Error records can be validated with the following non-normative, non-extensive JSON Schema (schema.json in the specification repository):

{
  "$schema": "http://json-schema.org/draft-07/schema#",
  "type": "object",
  "properties": {
    "message": {
      "description": "error message",
      "type": "string",
      "minLength": 1
    },
    "types": { "$ref": "#/$defs/types" },
    "level": { 
      "description": "error level",
      "type": "string",
      "enum": ["error", "warning", "info"],
      "default": "error"
    },
    "position": { "$ref": "#/$defs/position" },
    "id": {
      "description": "error instance identifier",
      "type": "string"
    }
  },
  "$defs": {
    "errors": { 
      "type": "array",
      "items": { "$ref": "#" }
    },
    "types": {
      "type": "array",
      "items": {
        "description": "identifier of an error type",
        "type": "string",
        "minLength": 1
      }
    },
    "position": {
      "description": "error position",
      "anyOf": [
        {
          "description": "locators",
          "type": "array",
          "items": {
            "$ref": "#/$defs/locator" 
          }
        },
        {
          "description": "locator map",
          "type": "object",
          "patternProperties": {
            "^[a-z][a-z0-9]*$": {
              "type": "string"
            }
          },
          "additionalProperties": false
        }
      ]
    },
    "locator": {
      "type": "object",
      "allOf": [
        {
          "properties": {
            "dimension": {
              "type": "string",
              "pattern": "^[a-z][a-z0-9]*$"
            },
            "address": { "type": "string" },
            "value": { }
          }
        }, {
          "oneOf": [
            {
              "properties": {
                "errors": { "$ref": "#/$defs/errors" }
              },
              "properties": {
                "reports": { 
                  "type": "array",
                  "items": { "$ref": "#/$defs/reports" }
                }
              }
            }
          ]
        } ]
      },
      "required": ["dimension", "address"]
    },
    "report": {
      "type": "object",
      "properties": {
        "types": { "$ref": "#/$defs/types" },
        "errors": { 
          "type": "array",
          "items": { "anyOf": [
              { "$ref": "#" },
              { "value": null } ]
          },
        "totalErrors": { "type": "integer", "minimum": 0 },
        "compliances": { 
          "type": "array",
          "items": { "anyOf": [
              { "$ref": "#/$defs/position" },
              { "value": null } ]
          }
        },
        "totalCompliances": { "type": "integer", "minimum": 0 },
        "totalFindings": { "type": "integer", "minimum": 0 },
        "complete": { "type": "boolean" },
        "duration": { "type": "number", "minimum": 0 }
      }
    }
  }
}

Additional dimensions

The following locator formats or standards are being considered for addition as dimensions:

fq

The fq tool supports analysis of many binary formats so it could be used to locate elements of binary data models. The locator value would be the format, followed by a colon, followed by a path expression:

{
  "message": "Timestamp of .gz archive must not be in the future",
  "position": {
    "fq": "gzip:.members[0].mtime"
  }
}
{
  "message": "Image width of PNG file is too large",
  "position": {
    "fq": "png:.chunks[0].width"
  }
}

rdfterm

The dimension with name rdfterm follows locator format object of RDF 1.1. N-Triples Grammar to locate an RDF term in a RDF graph, both defined in as defined in RDF 1.1 Concepts and Abstract Syntax.
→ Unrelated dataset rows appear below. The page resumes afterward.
"""The engineering stage: one call that orients, sizes and checks a tree of mains.

:func:`design_network` takes the spanning tree as plain link arrays and
returns per-link and per-node fields, a bill of quantities, a summary and
one line per failed check.  See :class:`DesignSettings` for every option.

Conventions
-----------
* Links are oriented away from the root: ``from_node`` is the end nearer
  the root (the source of a pressure system, the outlet of a gravity
  system).  Links given the other way round are turned (``reversed`` field)
  and their ground profiles flipped.
* Pressure: flow runs from→to; ``hgl_from_m``/``hgl_to_m`` are at those ends.
* Gravity: flow runs to→from; ``invert_up_m`` is at ``to_node`` (upstream)
  and ``invert_down_m`` at ``from_node`` (downstream).
* Pipe length: the surface length for pressure mains (laid at constant
  cover); the true length along the grade line for gravity mains.
* Trench cost = ``trench_cost_per_m3`` × width × depth × length, with width
  = nominal size + 2 × ``trench_side_clearance_m`` and depth to the bottom
  of the bedding (pressure: cover + nominal size + bedding; gravity: mean
  depth to invert along the profile + bedding).  Common practice, no single
  source; prices are placeholders.

Checks
------
Pressure links: ``no_pipe`` (no catalog pipe meets the velocity cap and
head-loss budget; the largest is assigned), ``low_pressure`` (pressure head
below the minimum anywhere along the link's ground profile),
``over_rating`` (the *static* head -- source HGL minus ground, the no-flow
case, which is the highest pressure the pipe sees -- exceeds the pipe's
rating).  Pressure nodes: ``low_pressure``, ``over_rating`` (against the
lowest rating of the links at the node).
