def format_quantities(q) -> str:
    """The bill of quantities as a fixed-width text table."""
    import numpy as np
    cols = [c for c in ("category", "item", "material", "nominal_mm", "unit", "quantity", "unit_cost",
                        "length_m", "count", "pipe_cost", "trench_cost", "land_cost", "total_cost")
            if c in q and not (c in ("material", "nominal_mm", "length_m") and "item" in q)]
    rows = [["" if isinstance(v, (float, np.floating)) and np.isnan(v) else
             _fmt(v) if not isinstance(v, (int, np.integer)) else str(v) for v in
             (q[c][i] for c in cols)] for i in range(len(q[cols[0]]))]
    width = [max(len(c), *(len(r[j]) for r in rows)) for j, c in enumerate(cols)]
    lines = ["bill of quantities:",
             "  " + "  ".join(c.rjust(w) for c, w in zip(cols, width))]
    lines += ["  " + "  ".join(v.rjust(w) for v, w in zip(r, width)) for r in rows]
    return "\n".join(lines)


def cmd_check(a):
    from .check import check_inputs

    settings, proj = _settings_from(a)
    check_design_keys(settings, where="option --design")
    if proj is not None:   # the project's outputs: same checks as plan (existing files aside)
        a.overwrite = True
        preflight_outputs(a, proj, [settings], [(None, "--out", "gpkg", "gpkg"),
                                                (None, "--report", "report", "report")])
    report = check_inputs(settings)
    print(report.text())
    return 0 if report.ok else 2


def cmd_demo(a):
    from .demo import run_demo

    return run_demo(a.outdir, overwrite=a.overwrite, quiet=a.quiet)


def cmd_export(a):
    from .layout import read_layout

    to = a.to
    ext = os.path.splitext(to)[1].lower()
    kind = {".dxf": "dxf", ".xml": "landxml", ".landxml": "landxml", ".csv": "links_csv",
            ".png": "figure", ".svg": "figure", ".pdf": "figure"}.get(ext)
    if kind is not None:
        from .safeio import OutputSpec, preflight
        preflight([OutputSpec("--to", to, kind)], [("layout", a.layout_gpkg)],
                  cli_overwrite=a.overwrite)
        if kind == "dxf":   # the DXF writer also writes the .prj beside it
            prj = os.path.splitext(to)[0] + ".prj"
            from .safeio import _same
            if _same(prj, a.layout_gpkg):
                raise InputError(f"--to {to!r}: its projection file {prj!r} would replace "
                                 "the layout; write the DXF elsewhere")
    lay = read_layout(a.layout_gpkg)
    if ext == ".dxf":
        from .writers.dxf import write_dxf
        origin = None
        if a.origin:
            if a.origin == "auto":
                origin = "auto"
            else:
                try:
                    x0, y0 = (float(v) for v in a.origin.split(","))
                except ValueError:
                    raise InputError(f"option --origin: {a.origin!r} must be 'auto' or X,Y "
                                     "in metres") from None
                origin = (x0, y0)
        rep = write_dxf(lay, to, by=a.by, polylines="2d" if a.flat else "3d", origin=origin,
                        overwrite=a.overwrite)
        print(f"written {to}")
        for k, v in (rep or {}).items():
            print(f"  {k}: {v}")
    elif ext in (".xml", ".landxml"):
        from .writers.landxml import write_landxml
        write_landxml(lay, to, overwrite=a.overwrite)
        print(f"written {to}")
    elif ext == ".csv":
        from .writers.tables import write_links_csv, write_quantities_csv
        if a.quantities:
            write_quantities_csv(lay, to, overwrite=a.overwrite)
        else:
            write_links_csv(lay, to, overwrite=a.overwrite)
        print(f"written {to}")
    elif ext in (".png", ".svg", ".pdf"):
        if not _has_ground(lay):
            raise InputError(f"layout {a.layout_gpkg!r} has no ground levels (it was planned "
                             "without --terrain and its sites carry no elevations), so a long "
                             "section would be empty; plan again with --terrain DEM")
        from .report.plots import save_long_section
        save_long_section(lay, to, to_node=a.node, overwrite=a.overwrite)
        print(f"written {to}")
    else:
        raise InputError(f"option --to: cannot tell the format of {to!r}; use .dxf, .xml "
                         "(LandXML), .csv, or .png/.svg/.pdf for a long section")
    return 0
The locator format can also be used to locate the focus node of a SHACL Validation Report.

turtle

The dimension with name turtle follows RDF-Turtle syntax to locate a set of RDF Triples in a RDF graph.

triplepattern

The dimension with name triplepattern follows of locator format subset of Property Path Pattern from SPARQL 1.1 Query Language to locate a set of RDF Triples in a RDF graph.

The locator format can also be used to reference the focus node, path and value of a SHACL Validation Report.